There are more stories of science and First Nations oral accounts meeting. In 2014, another study published in the journal Science concluded that the Inuit weren't the first people to settle in the Arctic. Instead, it was the Paleo-Eskimos, called the Tunit, who travelled from Siberia. This "discovery" wasn't new to the Inuit: their oral tradition told of a shy people who would flee when approached.
'It's nice to have it explained in a way western culture can understand' - Barbara Petzelt, Metlakatla First Nation archaeologist
"I would certainly in the future pay much more attention to oral traditions among Indigenous people because they could really guide us into understanding where are the interesting problems to be investigated scientifically," Eske Willerslev, one of the study's authors told CBC at the time.
First Nations oral traditions have also helped in corroborating natural disasters.
An example is an earthquake that rocked the west coast in 1700. The story is shared by First Nations — of a nighttime earthquake that destroyed homes, killing many — all along the west coast of Canada and the United States. Scientists used oral accounts as evidence and a method to categorize the massive quake, that was estimated between magnitude 8.7 and 9.2. Evidence of a tsunami associated with the quake has been known for more than 25 years.
Room for improvement
While the convergence of science and oral history is important, Kimberley TallBear, associate professor at the University of Alberta's Native Studies, says that it's important that such investigations be a collaborative effort. She's concerned that Western culture has always dominated that of First Nations and that it could do so again.
"I think it's good, and I think it's progress," TallBear said. "But Western knowledge … [is] privileged over Indigenous knowledge."
What's needed, TallBear said, is more Indigenous people working as scientists.

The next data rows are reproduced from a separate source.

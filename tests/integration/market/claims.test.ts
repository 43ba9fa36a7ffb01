import { execFile } from "node:child_process";
import { mkdtempSync, rmSync } from "node:fs";
import os from "node:os";
import path from "node:path";
import { promisify } from "node:util";
import { eq } from "drizzle-orm";
import { beforeEach, describe, expect, it } from "vitest";
import { migrateDatabase, openDatabase, setDb, type Db } from "@/db/client";
import { claims, users } from "@/db/schema";
import type { Actor } from "@/lib/auth/actor";
import { newId } from "@/lib/ids";
import { setPaused } from "@/lib/market/batches/publishBatch";
import { settleImage } from "@/lib/market/consensus/settleImage";
import { claimTask, LEASE_MS } from "@/lib/market/work/claimTask";
import { deskTask } from "@/lib/market/work/deskTask";
import { expireClaims } from "@/lib/market/work/expireClaims";
import { heartbeat, releaseClaim, saveDraft } from "@/lib/market/work/keepClaim";
import { submitWork } from "@/lib/market/work/submitWork";
import { freshDb } from "@/tests/support/db";
import {
  bottles,
  classId,
  drawing,
  draftBatch,
  MINUTE_MS,
  openMarket,
  person,
  publish,
  refusalOf,
  refusalText,
  START_MS,
  strayBottles,
  work,
  type Market,
} from "@/tests/support/market";

const run = promisify(execFile);

let db: Db;
let market: Market;
beforeEach(() => {
  db = freshDb();
  market = openMarket(db, { imageCount: 2, kMin: 2, kMax: 3 });
});

const someone = (index: number) => {
  const found = market.annotators[index];
  if (!found) throw new Error("the market has five annotators");
  return found;
};
const claim = (
  index: number,
  more: { imageId?: string | undefined; nowMs?: number; batchId?: string } = {},
) => claimTask({ actor: someone(index), nowMs: START_MS, batchId: market.batchId, ...more });
const claimOf = (claimId: string) => db.select().from(claims).where(eq(claims.id, claimId)).get();
const drawn = () => drawing(classId(db, market.batchId, "bottle"), bottles());

describe("a claim", () => {
  it("holds a slot for a while", () => {
    const held = claim(0);
    expect(held).toMatchObject({
      status: "live",
      slot: 1,
      expiresAtMs: START_MS + LEASE_MS,
      briefVersion: 1,
    });
  });

  it("asked for twice is the same claim", () => {
    expect(claim(0).id).toBe(claim(0).id);
  });

  it("fills one image before the next is begun", () => {
    const [first, second] = market.imageIds;
    expect([claim(0), claim(1), claim(2)].map((held) => held.imageId)).toEqual([first, first, second]);
  });

  it("of an image whose slots are all held is refused, and changes nothing", () => {
    const [imageId] = market.imageIds;
    claim(0, { imageId });
    claim(1, { imageId });
    expect(refusalText(() => claim(2, { imageId }))).toMatch(/Somebody else has this image/);
    expect(db.select().from(claims).all()).toHaveLength(2);
  });

  it("of a slot that is held is refused by the database itself", () => {
    const held = claim(0);
    const twin = { ...held, id: newId("clm"), annotatorId: someone(1).id };
    expect(() => db.insert(claims).values(twin).run()).toThrow(/UNIQUE/);
    const mine = { ...held, id: newId("clm"), slot: 2 };
    expect(() => db.insert(claims).values(mine).run()).toThrow(/UNIQUE/);
  });

  it("never gives an annotator a second slot of an image", () => {
    const [imageId] = market.imageIds;
    work(market, someone(0), bottles(), { imageId });
    expect(refusalOf(() => claim(0, { imageId }))).toBe("conflict");
  });

  it("is refused when nothing waits, and says so", () => {
    for (const imageId of market.imageIds) {
      claim(0, { imageId });
      claim(1, { imageId });
    }
    expect(refusalText(() => claim(2))).toMatch(/No image of this batch waits/);
  });

  it("beyond two at a time is refused until one is handed in or given back", () => {
    const other = draftBatch(db, market.owner, market.teamId, { imageCount: 1 });
    publish(db, market.owner, other);
    const third = draftBatch(db, market.owner, market.teamId, { imageCount: 1 });
    publish(db, market.owner, third);
    const first = claim(0);
    claim(0, { batchId: other });
    expect(refusalText(() => claim(0, { batchId: third }))).toMatch(/hold 2 images/);
    releaseClaim({ actor: someone(0), nowMs: START_MS, claimId: first.id });
    expect(claim(0, { batchId: third }).batchId).toBe(third);
  });

  it("on a sensitive batch takes an opt-in", () => {
    const sensitive = draftBatch(db, market.owner, market.teamId, { sensitive: true });
    publish(db, market.owner, sensitive);
    expect(refusalOf(() => claim(0, { batchId: sensitive }))).toBe("forbidden");
    db.update(users)
      .set({ acceptsSensitive: true })
      .where(eq(users.id, someone(0).id))
      .run();
    expect(claim(0, { batchId: sensitive }).status).toBe("live");
  });

  it("on a draft or an unknown batch finds nothing, on a paused one is a conflict", () => {
    const draft = draftBatch(db, market.owner, market.teamId);
    expect(refusalOf(() => claim(0, { batchId: draft }))).toBe("not_found");
    expect(refusalOf(() => claim(0, { batchId: "bat_none" }))).toBe("not_found");
    setPaused({ actor: market.owner, nowMs: START_MS, batchId: market.batchId, paused: true });
    expect(refusalText(() => claim(0))).toMatch(/no new work at the moment/);
  });

  it("that was given back frees the slot for others at once, and comes last for who gave it back", () => {
    const [first, second] = market.imageIds;
    const held = claim(0);
    releaseClaim({ actor: someone(0), nowMs: START_MS, claimId: held.id });
    releaseClaim({ actor: someone(0), nowMs: START_MS, claimId: held.id }); // said twice
    expect(claim(1).imageId).toBe(first);
    expect(claim(0).imageId).toBe(second);
    expect(refusalOf(() => heartbeat({ actor: someone(0), nowMs: START_MS, claimId: held.id }))).toBe("gone");
    expect(refusalOf(() => deskTask({ actor: someone(0), claimId: held.id }))).toBe("gone");
  });

  it("of somebody else is not found, whatever is tried with it", () => {
    const held = claim(0);
    const by = { actor: someone(1), nowMs: START_MS, claimId: held.id };
    expect(refusalOf(() => heartbeat(by))).toBe("not_found");
    expect(refusalOf(() => releaseClaim(by))).toBe("not_found");
    expect(refusalOf(() => saveDraft({ ...by, document: drawn(), version: 0 }))).toBe("not_found");
    expect(refusalOf(() => submitWork({ ...by, document: drawn(), activeSeconds: 9 }))).toBe("not_found");
    expect(refusalOf(() => deskTask({ actor: someone(1), claimId: held.id }))).toBe("not_found");
    expect(claimOf(held.id)?.status).toBe("live");
  });
});

describe("a lease", () => {
  const LATER_MS = START_MS + LEASE_MS + 1;

  it("starts anew with each sign of life", () => {
    const held = claim(0);
    heartbeat({ actor: someone(0), nowMs: START_MS + 15 * MINUTE_MS, claimId: held.id });
    expect(claim(1, { nowMs: LATER_MS }).slot).toBe(2);
    expect(claimOf(held.id)?.status).toBe("live");
  });

  it("that ran out gives the image to the next person", () => {
    const [imageId] = market.imageIds;
    const lost = claim(0, { imageId });
    const kept = claim(1, { imageId, nowMs: START_MS + 10 * MINUTE_MS });
    expect(claim(2, { imageId, nowMs: LATER_MS }).slot).toBe(1);
    expect([claimOf(lost.id)?.status, claimOf(kept.id)?.status]).toEqual(["expired", "live"]);
  });

  it("that ran out while somebody else took the place ends with a clear answer, and nothing is handed in", () => {
    const [imageId] = market.imageIds;
    const lost = claim(0, { imageId });
    claim(1, { imageId, nowMs: LATER_MS });
    claim(2, { imageId, nowMs: LATER_MS });
    const late = { actor: someone(0), nowMs: LATER_MS + 1, claimId: lost.id };
    const attempt = () => submitWork({ ...late, document: drawn(), activeSeconds: 60 });
    expect(refusalOf(attempt)).toBe("gone");
    expect(refusalText(attempt)).toMatch(/ran out and somebody else has the place/);
    expect(refusalOf(() => heartbeat(late))).toBe("gone");
    expect(claimOf(lost.id)?.status).toBe("expired");
  });

  it("that ran out goes on while the place is free: the work of an hour without network is not lost", () => {
    const held = claim(0);
    expireClaims(db, LATER_MS);
    expect(claimOf(held.id)?.status).toBe("expired");
    const late = { actor: someone(0), nowMs: LATER_MS, claimId: held.id };
    expect(heartbeat(late).expiresAtMs).toBe(LATER_MS + LEASE_MS);
    expect(claimOf(held.id)).toMatchObject({ status: "live", endedAtMs: null });
    expect(submitWork({ ...late, document: drawn(), activeSeconds: 60 }).submissionId).toMatch(/^sub_/);
  });

  it("goes on in another slot when its own was taken and one is free", () => {
    const [imageId] = market.imageIds;
    const lost = claim(0, { imageId });
    const next = claim(1, { imageId, nowMs: LATER_MS });
    expect(next.slot).toBe(lost.slot);
    heartbeat({ actor: someone(0), nowMs: LATER_MS, claimId: lost.id });
    expect(claimOf(lost.id)).toMatchObject({ status: "live", slot: 2 });
  });

  it("goes on although another person's lease on the last place ran out unnoticed", () => {
    const [imageId] = market.imageIds;
    const lost = claim(0, { imageId });
    const at = (minutes: number) => START_MS + minutes * MINUTE_MS;
    claim(1, { imageId, nowMs: at(21) }); // takes the place of the first, whose lease is over
    claim(2, { imageId, nowMs: at(21) });
    heartbeat({ actor: someone(0), nowMs: at(60), claimId: lost.id }); // by now both others are gone
    expect(claimOf(lost.id)?.status).toBe("live");
  });

  it("goes on in a batch that was paused meanwhile: work under way is not touched", () => {
    const held = claim(0);
    setPaused({ actor: market.owner, nowMs: START_MS, batchId: market.batchId, paused: true });
    expect(claim(0).id).toBe(held.id); // the desk can be opened again
    const late = { actor: someone(0), nowMs: LATER_MS, claimId: held.id };
    expect(submitWork({ ...late, document: drawn(), activeSeconds: 60 }).submissionId).toMatch(/^sub_/);
  });

  it("does not go on for an image that was settled without it", () => {
    const [imageId] = market.imageIds;
    const lost = claim(0, { imageId });
    work(market, someone(1), bottles(), { imageId, nowMs: LATER_MS });
    work(market, someone(2), bottles(), { imageId, nowMs: LATER_MS });
    settleImage({ imageId: imageId ?? "", nowMs: LATER_MS + 2 * MINUTE_MS });
    const late = { actor: someone(0), nowMs: LATER_MS + 3 * MINUTE_MS, claimId: lost.id };
    expect(refusalOf(() => heartbeat(late))).toBe("gone");
  });

  it("of a person who claimed the image anew points to the newer claim", () => {
    const [imageId] = market.imageIds;
    const lost = claim(0, { imageId });
    const anew = claim(0, { imageId, nowMs: LATER_MS });
    expect(anew.id).not.toBe(lost.id);
    claim(1, { imageId, nowMs: LATER_MS });
    const attempt = () => heartbeat({ actor: someone(0), nowMs: LATER_MS, claimId: lost.id });
    expect(refusalText(attempt)).toMatch(/newer claim/);
  });

  it("holds to its last millisecond for everybody", () => {
    const [imageId] = market.imageIds;
    const held = claim(0, { imageId });
    expect(claim(0, { imageId, nowMs: held.expiresAtMs }).id).toBe(held.id);
    expect(claim(0, { imageId, nowMs: held.expiresAtMs + 1 }).id).not.toBe(held.id);
  });
});

describe("a short image", () => {
  it("asks for one more person, before images that nobody began", () => {
    const [imageId] = market.imageIds;
    work(market, someone(0), strayBottles(0), { imageId });
    work(market, someone(1), strayBottles(1), { imageId });
    settleImage({ imageId: imageId ?? "", nowMs: START_MS + 5 * MINUTE_MS });
    const third = claim(2, { nowMs: START_MS + 6 * MINUTE_MS });
    expect(third).toMatchObject({ imageId, slot: 3 });
  });
});

describe("many people at once", () => {
  it("in several processes never get the same slot, and every slot is given out", async () => {
    const folder = mkdtempSync(path.join(os.tmpdir(), "merestone-claims-"));
    const file = path.join(folder, "market.sqlite");
    const stored = openDatabase(file);
    try {
      migrateDatabase(stored);
      setDb(stored);
      const crowded = openMarket(stored, { imageCount: 25, kMin: 3, kMax: 3 });
      const crowd = Array.from({ length: 90 }, () => person(stored, "annotator"));
      const half = (from: number) => crowd.slice(from, from + 30);
      const outcomes = await Promise.all(
        [0, 30, 60].map((from) => claimInProcess(file, crowded.batchId, half(from))),
      );
      const made = stored.select().from(claims).all();
      expect(outcomes.flat().filter((outcome) => outcome === "held")).toHaveLength(75);
      expect(outcomes.flat().filter((outcome) => outcome === "not_found")).toHaveLength(15);
      expect(new Set(made.map((row) => `${row.imageId} ${row.slot}`)).size).toBe(75);
      expect(made.every((row) => row.status === "live" && row.slot >= 1 && row.slot <= 3)).toBe(true);
    } finally {
      stored.$client.close();
      rmSync(folder, { recursive: true, force: true });
    }
  });
});

/** Lets each person claim once in a process of its own. */
async function claimInProcess(file: string, batchId: string, actors: Actor[]): Promise<string[]> {
  const told = JSON.stringify({ file, batchId, actors });
  const { stdout } = await run("node", ["--import", "tsx", "tests/support/claimProcess.ts", told]);
  return JSON.parse(stdout) as string[];
}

"Most scientists are taught that those who are best suited to ask scientific questions are those who are least invested," TallBear said. "But nobody is least invested. Nobody is asking those questions in a cultural vacuum."
Petzelt said that it's good to have the history of the First Nations people shared widely and she hopes to see it continue.
"It's nice to have it explained in a way Western culture can understand," said Petzelt.